下水道長寿命化計画

下水道整備の進展にともない、多額の建設費を投じて戦後急速に普及した下水道管路施設(以下、管路施設という)の延長は全国で約46万kmにものぼります。一般的な下水環境のもとで適切な維持管理が行われている場合、管路施設の標準的な耐用年数は50年とされており、今後、維持管理や改築・更新の時期がピークを迎えます。近年では管路施設の老朽化などに起因した道路陥没が増加傾向にあり、平成25年度には全国で約3,500箇所もの陥没事故が発生しています。

管路施設は水道、電気、ガスなどのライフラインとは異なり、被災時に同等の機能を代替する手段がありません。
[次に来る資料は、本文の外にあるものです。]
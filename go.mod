module github.com/overfact/overfact

go 1.26.0

require (
	github.com/overfact/overfact/fixes/lgamma v0.1.0
	golang.org/x/mod v0.42.0
	golang.org/x/tools v0.52.0
	gonum.org/v1/gonum v0.17.0
)

require (
	golang.org/x/sync v0.24.0 // indirect
)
道路陥没などの被災が生じた場合、公衆衛生面での問題や交通障害の発生ばかりか、機能停止によって水洗トイレが使用できなくなるなど、住民の健康や日常生活、社会活動に重大かつ深刻な影響を及ぼす恐れがあります。また、被災が生じてから改築工事を行った場合、コスト的にも膨大な事業費が必要となり非常に不経済です。
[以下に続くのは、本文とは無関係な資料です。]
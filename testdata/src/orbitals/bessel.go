package orbitals

import "math"

// BesselJ sums the power series of J_n(x) to sixty terms.
func BesselJ(n int, x float64) float64 { // want BesselJ:`wrong for some n`
	sum := 0.0
	for k := 0; k < 60; k++ {
		term := math.Pow(x/2, float64(2*k+n)) / (factorial(k) * factorial(k+n)) // want `term with \(x / 2\)\^\(2\*k \+ n\) over k!·\(k \+ n\)! in`
		if k%2 == 1 {
			term = -term
		}
		sum += term
	}
	return sum
}

// BesselJLog sums the series of J_n(x) with each term formed in log
// space, for 0 <= x <= 12 (NaN outside: larger arguments cancel too much
// for a power series).
func BesselJLog(n int, x float64) float64 {
	if n < 0 || x < 0 || x > 12 {
		return math.NaN()
	}
	if x == 0 {
		if n == 0 {
			return 1
		}
		return 0
	}
	lh := math.Log(x / 2)
	sum := 0.0
	for k := 0; k < 200; k++ {
		a, _ := math.Lgamma(float64(k + 1))
		b, _ := math.Lgamma(float64(k + n + 1))
		term := math.Exp(float64(2*k+n)*lh - a - b)
		if k%2 == 1 {
			term = -term
		}
		sum += term
		if k > 10 && math.Abs(term) < 1e-17*math.Abs(sum) {
			break
		}
	}
	return sum
}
こうしたなか平成20年度に従来の改築・更新の考え方に長寿命化対策を加えた「下水道長寿命化支援制度」が創設され、下水道長寿命化計画に位置づけられた予防保全対策を講じなければ、下水道長寿命化計画の策定や点検調査に要する費用について、国の補助を受けられなくなりました。下水道長寿命化計画は、限られた財源のなか管路施設の予防保全的な対策を計画的に講じることにより、既存の管路施設の耐用年数を延伸させて、費用(ライフサイクルコスト)を最小限に抑えるとともに道路陥没などの事故を未然に防止することを目的としています。下水道長寿命化計画の策定においては、管路施設の状況やコストの比較によって総合的な評価を行い、改築・更新と長寿命化のどちらで対策するかを決定する必要があるため、管内テレビカメラ調査などの点検調査から得られる破損や腐食状況などの情報を蓄積し、劣化の要因を分析することが重要です。

参考文献
・下水道長寿命化支援制度に関する手引き(案),国土交通省,平成21年6月
・下水道施設のストックマネジメント手法に関する手引き(案),国土交通省,平成23年9月
・ストックマネジメント手法を踏まえた下水道長寿命化計画策定に関する手引き(案),国土交通省,平成25年9月

(2015年11月10日 初稿)

English

Long term control plan for sewer system

定義

下水道管路施設の点検調査を行い、劣化状況などから総合的な評価を行うことにより、予防保全的な対策を講じて、既存の管路施設の耐用年数を延伸させることです。